Cost per Query (Current Setup)

FREE HuggingFace portion: $0.00 (3 models)
OpenAI portion: $0.001-0.01 (2 models)
Total: ~$0.001-0.01 per query

Comparison to alternatives:

90-99% cheaper than all-paid services
Similar quality to premium setups
Faster than sequential execution

Costs vary based on prompt length and response complexity

🐛 Troubleshooting

Common Issues

"401 Unauthorized" errors
- Check both API keys are set correctly
- Verify OpenAI key starts with sk-
- Verify HuggingFace key starts with hf_
- Ensure OpenAI account has billing/credits enabled
- Check Space secrets are named exactly: OPENAI_API_KEY and HUGGINGFACE_API_KEY
Timeout errors
- Increase timeout in backend/config_free.py
- Check network connectivity
- Some models may be slow - consider replacing
Space won't start
- Verify requirements.txt includes all dependencies
- Check logs in Space → Logs tab
- Ensure both secrets are added (not just one)
- Verify Python version compatibility (3.10+)
Some models fail, others work
- Normal!
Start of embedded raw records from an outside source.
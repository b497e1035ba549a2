namespace Campaigns.Statistics.Corrections;

/// <summary>Every batch correction that the program offers, in the order in which people see them.</summary>
public static class CorrectionRegistry
{
    /// <summary>The corrections: none, then familywise error, then false discovery.</summary>
    public static IReadOnlyList<Correction> All { get; } =
    [
        new Uncorrected(),
        new Bonferroni(),
        new Sidak(),
        new Holm(),
        new HolmSidak(),
        new Hochberg(),
        new Hommel(),
        new BenjaminiHochberg(),
        new BenjaminiYekutieli(),
    ];

    /// <summary>The correction with a key, or null.</summary>
    /// <param name="key">Exact, lower case.</param>
    public static Correction? Find(string key) => All.FirstOrDefault(c => c.Key == key);
}
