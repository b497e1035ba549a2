namespace Campaigns.Statistics.Corrections;

/// <summary>What kind of error a procedure holds at its level.</summary>
public enum ErrorRate
{
    /// <summary>Each test at the level on its own: nothing is held over the family.</summary>
    PerTest,

    /// <summary>The probability of at least one false rejection in the family.</summary>
    Familywise,

    /// <summary>The expected share of false rejections among all rejections.</summary>
    FalseDiscovery,
}
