import type { EntityManager } from 'typeorm';
import { DEFAULT_SETTINGS, type EngineSettings } from '@shared/evidence';

/** The engine's settings of the school of this unit of work: its own choices, by section, over the stated defaults. */
export async function schoolEngineSettings(tx: EntityManager): Promise<EngineSettings> {
  const [row] = await tx.query<{ own: Partial<EngineSettings> }[]>('SELECT engine_settings AS own FROM school WHERE id = current_school()');
  return { ...DEFAULT_SETTINGS, ...row?.own, version: DEFAULT_SETTINGS.version };
}
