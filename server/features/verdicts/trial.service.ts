import type { EntityManager } from 'typeorm';
import type { VerdictRequest, VerdictResponse } from '@shared/api/evidence';
import { computeVerdict, validateVerdictRequest } from '@shared/evidence';
import { BadRequest, invalid } from '@/server/http/problem';
import { refuseUnstorable } from '@/server/http/validation';
import { schoolEngineSettings } from './engineSettings';

/** Words that some programs write for a number they could not compute; JSON has none for it. They stand outside of text. */
const notNumbers = /"(?:[^"\\]|\\.)*"|-?\b(?:NaN|Infinity)\b/g;

/**
 * Reads the body of a trial. Throws `Invalid` (422) naming each field that cannot be weighed, a NaN among them, and
 * `BadRequest` (400) where the body is not JSON at all.
 */
export function parseTrial(rawBody: Buffer): VerdictRequest {
  const body = parseJson(rawBody.toString('utf8'));
  refuseUnstorable(body);
  const errors = validateVerdictRequest(body);
  if (errors.length > 0) throw invalid(errors);
  return body as VerdictRequest; // no errors: it is one
}

function parseJson(text: string): unknown {
  // A bare NaN becomes null, so that it is refused as its field's value and not as a body nobody can read.
  const readable = text.replace(notNumbers, (found) => (found.startsWith('"') ? found : 'null'));
  try {
    return JSON.parse(readable === '' ? '{}' : readable);
  } catch {
    throw new BadRequest('unreadable_body', 'The body is not valid JSON. Send a JSON object.');
  }
}

/** Weighs the readings against the record under this school's settings and stores nothing. */
export async function tryVerdict(tx: EntityManager, request: VerdictRequest): Promise<VerdictResponse> {
  return computeVerdict(request, await schoolEngineSettings(tx));
}
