import type { EntityManager } from 'typeorm';
import { DEFAULT_SETTINGS, type EngineSettings } from '@shared/evidence';

type Fields = Readonly<Record<string, unknown>>;

const merged = new Map<string, EngineSettings>();
const mergedMax = 200;

/** The engine's settings of the school of this unit of work: what it chose itself, laid over the stated defaults. */
export async function schoolEngineSettings(tx: EntityManager): Promise<EngineSettings> {
  const [row] = await tx.query<{ own: Fields }[]>('SELECT engine_settings AS own FROM school WHERE id = current_school()');
  return settingsWith(row?.own ?? {});
}

/**
 * The defaults with a school's own choices in their place, however deep; the version stays the engine's.
 * One object for each set of choices: the engine keeps what it works out from settings by the object.
 */
export function settingsWith(own: Fields): EngineSettings {
  if (Object.keys(own).length === 0) return DEFAULT_SETTINGS;
  const key = JSON.stringify(own);
  const known = merged.get(key);
  if (known !== undefined) return known;
  if (merged.size >= mergedMax) merged.clear();
  // What a school may set is checked where it is stored; here its shape is that of the defaults.
  const settings = { ...(overlay({ ...DEFAULT_SETTINGS }, own) as unknown as EngineSettings), version: DEFAULT_SETTINGS.version };
  merged.set(key, settings);
  return settings;
}

function overlay(base: Fields, own: Fields): Fields {
  const entries = Object.entries(own).map(([name, value]): [string, unknown] => {
    const below = base[name];
    return [name, isFields(below) && isFields(value) ? overlay(below, value) : value];
  });
  return { ...base, ...Object.fromEntries(entries) };
}

function isFields(value: unknown): value is Fields {
  return typeof value === 'object' && value !== null && !Array.isArray(value);
}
System is designed to handle partial failures
- Check logs to see which models failed
- HuggingFace API may have rate limits (rare)
- OpenAI API requires billing setup
HuggingFace 410 error
- Old endpoint deprecated
- Ensure using router.huggingface.co/v1/chat/completions
- Update backend/api_client.py if needed

🎯 Best Practices

Model Selection
- Use 3-5 council members (sweet spot for quality vs speed)
- Mix FREE HuggingFace + cheap OpenAI for best value
- Choose diverse models for varied perspectives
- Match chairman to task complexity
Cost Management
- Start with current setup ($0.001-0.01 per query)
- Consider all-FREE HuggingFace config for $0 cost
- Monitor OpenAI usage at platform.openai.com/usage
- Set spending limits in OpenAI billing settings
Quality Optimization
- Use more council members for important queries (5-7)
- Use better chairman (gpt-4o instead of gpt-4o-mini)
- Adjust timeouts based on model speed
- Test different model combinations
Security
- NEVER commit .env to git (use .gitignore)
- Use HuggingFace Space secrets for production
- Rotate API keys periodically
- Monitor usage for anomalies
- Set spending limits
Quality Optimization
- Use Premium Council for important queries
- Reasoning Council for math/logic problems
- Adjust timeouts based on model speed

📚 Additional Resources

🤝 Contributing

Suggestions for improvement:

Add caching for repeated questions
Implement conversation history
Add custom model configurations via UI
Support for different voting mechanisms
Add cost tracking and estimates

📝 License

Check the original repository for license information.